Density gradient centrifugation can be further broken up into two categories, Rate-Zonal and Isopycnic. The gradient in isopycnic centrifugation is continuous while the gradient in rate-zonal goes in steps, or “zones.” A rate-zonal centrifugation begins with several solutions of varying densities or viscosities, particles of interest are adding to this. As centrifugation takes place, molecules are separated based on their size with smaller molecules remaining at the top, unable to penetrate the higher viscosity layers. For the continuous layer formed in isopycnic centrifugation, molecules can be separated by their density as they migrate to a place within the gradient that matches their density. 

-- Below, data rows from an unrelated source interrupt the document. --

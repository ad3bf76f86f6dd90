import type { Knex } from 'knex';

export async function up(knex: Knex): Promise<void> {
  await knex.raw(`
    create table if not exists version_checks (
      notebook_id char(36) character set ascii collate ascii_bin not null,
      version int unsigned not null,
      -- No cascade: who checked a version stays on record as long as the version does.
      person_id char(36) character set ascii collate ascii_bin not null,
      checked_at datetime(3) not null default current_timestamp(3),
      remark varchar(500) null,
      primary key (notebook_id, version, person_id),
      key version_checks_person (person_id),
      constraint version_checks_version foreign key (notebook_id, version) references versions (notebook_id, number) on delete cascade,
      constraint version_checks_person foreign key (person_id) references users (id)
    ) engine = InnoDB default character set utf8mb4 collate utf8mb4_unicode_ci
  `);
}

export async function down(knex: Knex): Promise<void> {
  await knex.raw('drop table if exists version_checks');
}
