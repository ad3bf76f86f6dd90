import 'server-only';
import { Failure } from '@/lib/access';
import { TryRequest, answerTo, tryLines } from '@/lib/notebooks';
import { TRIAL_SETTINGS } from '@/lib/notebooks/trial-limits';
import type { Result } from '@/components/sheet/result';
import { FIRST } from './samples';

/** What the live cell shows when the page is drawn. */
export interface Trial {
  source: string;
  results: Result[];
  /** Why there are no results. */
  fault: string | null;
}

/**
 * The lines that came with the address, as a browser without scripts sends them, worked out under the
 * same limits as any other trial; without such lines our own example.
 */
export async function trialFor(lines: string | null, address: string): Promise<Trial> {
  if (lines === null) return firstTrial();
  const source = lines.replace(/\r\n/g, '\n');
  const read = TryRequest.safeParse({ source });
  if (!read.success) {
    return { source, results: [], fault: read.error.issues[0]?.message ?? null };
  }
  try {
    const { results } = await tryLines(read.data, address);
    return { source, results, fault: null };
  } catch (fault) {
    if (!(fault instanceof Failure)) throw fault;
    return { source, results: [], fault: fault.message };
  }
}

async function firstTrial(): Promise<Trial> {
  const source = FIRST.lines;
  const cells = [{ id: 'try', source }];
  try {
    const answer = await answerTo({ cells, settings: TRIAL_SETTINGS });
    return { source, results: answer.cells?.[0]?.results ?? [], fault: null };
  } catch {
    return { source, results: [], fault: null };
  }
}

Consideration of osmolality and typically used gradient medium

The process of creating a gradient may naturally bring your sample into drastic environments. Your sample may contain cellular components, organelles, or nucleic acid, or proteins, all of which can be altered by osmolality.  For example,  there is a body of research that suggests that DNA takes a different form based on the concentration of water surrounding it, which can cause different migration within a centrifugation protocol depending on how water can surround it. There are media that are typically used for the mentioned centrifugation methods. Organelles may be separated by colloidal silica or iodinated media. DNA and RNA can be separated by organic sals. 

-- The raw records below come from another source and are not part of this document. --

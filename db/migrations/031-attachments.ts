import type { Knex } from 'knex';

/**
 * Files that people upload. They are few and small (a logo has at most 256 kB), so they live in the
 * database: one thing to back up, shared by all instances, stored in the same transaction as what
 * speaks of them.
 */
export async function up(knex: Knex): Promise<void> {
  await knex.raw(`
    create table if not exists attachments (
      workshop_id char(36) character set ascii collate ascii_bin not null,
      sha256 char(64) character set ascii collate ascii_bin not null,
      media_type varchar(40) character set ascii collate ascii_bin not null,
      width int unsigned not null,
      height int unsigned not null,
      bytes mediumblob not null,
      added_by char(36) character set ascii collate ascii_bin null,
      added_at datetime(3) not null default current_timestamp(3),
      primary key (workshop_id, sha256),
      key attachments_adder (added_by),
      constraint attachments_workshop foreign key (workshop_id) references workshops (id) on delete cascade,
      constraint attachments_adder foreign key (added_by) references users (id) on delete set null
    ) engine = InnoDB default character set utf8mb4 collate utf8mb4_unicode_ci
  `);
}

export async function down(knex: Knex): Promise<void> {
  await knex.raw('drop table if exists attachments');
}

Determining the ideal medium for your density gradient

There are several factors that play a role in determining the best medium for your centrifugation method. First you want to make sure that the medium you choose will not interfere with your sample, for example, a medium that will not harm cellular components. You want it to be autoclavable, as with many solutions you use for your important samples. You need to consider the ionic nature and strength of the medium so that it does not stress the charge and stability of your sample. The medium must have the capacity to form the range of densities or viscocities you are interested in, or the gradient will be impossible. Ideally, the medium will also be low cost, but you rarely find all these factors perfectly as you want them so you must balance the factors most important  to your sample and consider its stability. 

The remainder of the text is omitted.